### DESCRIPTION OF THE TASK
Please state the number of lines in the records below that contain the string "passed", and nothing further.

Stored data entries

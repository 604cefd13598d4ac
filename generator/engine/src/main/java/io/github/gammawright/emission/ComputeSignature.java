package io.github.gammawright.emission;

import com.palantir.javapoet.MethodSpec;
import io.github.gammawright.emission.EmissionContext.InputUse;
import java.util.ArrayList;
import java.util.LinkedHashSet;
import java.util.List;
import java.util.Set;
import java.util.function.Function;

/**
 * How the private method {@code compute} is called: with the entries of the inputs that it uses, or with whole arrays
 * and offsets where these are too many; then a workspace if it needs one; then each result with its offset.
 *
 * @param uses what it reads
 * @param scalars whether that is passed one by one
 * @param workspaceLength 0 without a workspace
 */
record ComputeSignature(KernelNames names, List<InputUse> uses, boolean scalars, int workspaceLength) {

    boolean needsWorkspace() {
        return workspaceLength > 0;
    }

    String offset(KernelInput input) {
        return input.isPoint() ? "from" : input.name() + "From";
    }

    private Set<KernelInput> arrays() {
        Set<KernelInput> arrays = new LinkedHashSet<>();
        uses.forEach(use -> arrays.add(use.input()));
        return arrays;
    }

    void addParameters(MethodSpec.Builder method) {
        if (scalars) {
            uses.forEach(use -> method.addParameter(double.class, use.name()));
        } else {
            for (KernelInput input : arrays()) {
                method.addParameter(double[].class, input.name());
                method.addParameter(int.class, offset(input));
            }
        }
        if (needsWorkspace()) {
            method.addParameter(double[].class, "workspace");
        }
        for (int r = 0; r < names.results().size(); r++) {
            method.addParameter(double[].class, names.results().get(r));
            method.addParameter(int.class, names.offsets().get(r));
        }
    }

    /**
     * The call, where inputs and results are arrays.
     *
     * @param input each input as array and offset
     * @param workspace the text of the workspace
     * @param results each result and its offset, as {@code result, at}
     */
    String call(Function<KernelInput, ArrayTarget> input, String workspace, List<String> results) {
        List<String> arguments = new ArrayList<>();
        if (scalars) {
            uses.forEach(use -> arguments.add(input.apply(use.input()).element(use.index())));
        } else {
            for (KernelInput array : arrays()) {
                ArrayTarget target = input.apply(array);
                arguments.add(target.name() + ", " + target.position(0));
            }
        }
        return call(arguments, workspace, results);
    }

    /** The call, where the entries of the inputs are variables; they are few enough to be passed one by one. */
    String callWithScalars(String workspace, List<String> results) {
        List<String> arguments = new ArrayList<>();
        uses.forEach(use -> arguments.add(use.name()));
        return call(arguments, workspace, results);
    }

    private String call(List<String> arguments, String workspace, List<String> results) {
        if (needsWorkspace()) {
            arguments.add(workspace);
        }
        arguments.addAll(results);
        return LineBreaks.wrap("compute(" + String.join(", ", arguments) + ")");
    }
}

### RESULT FOR THIS TASK
2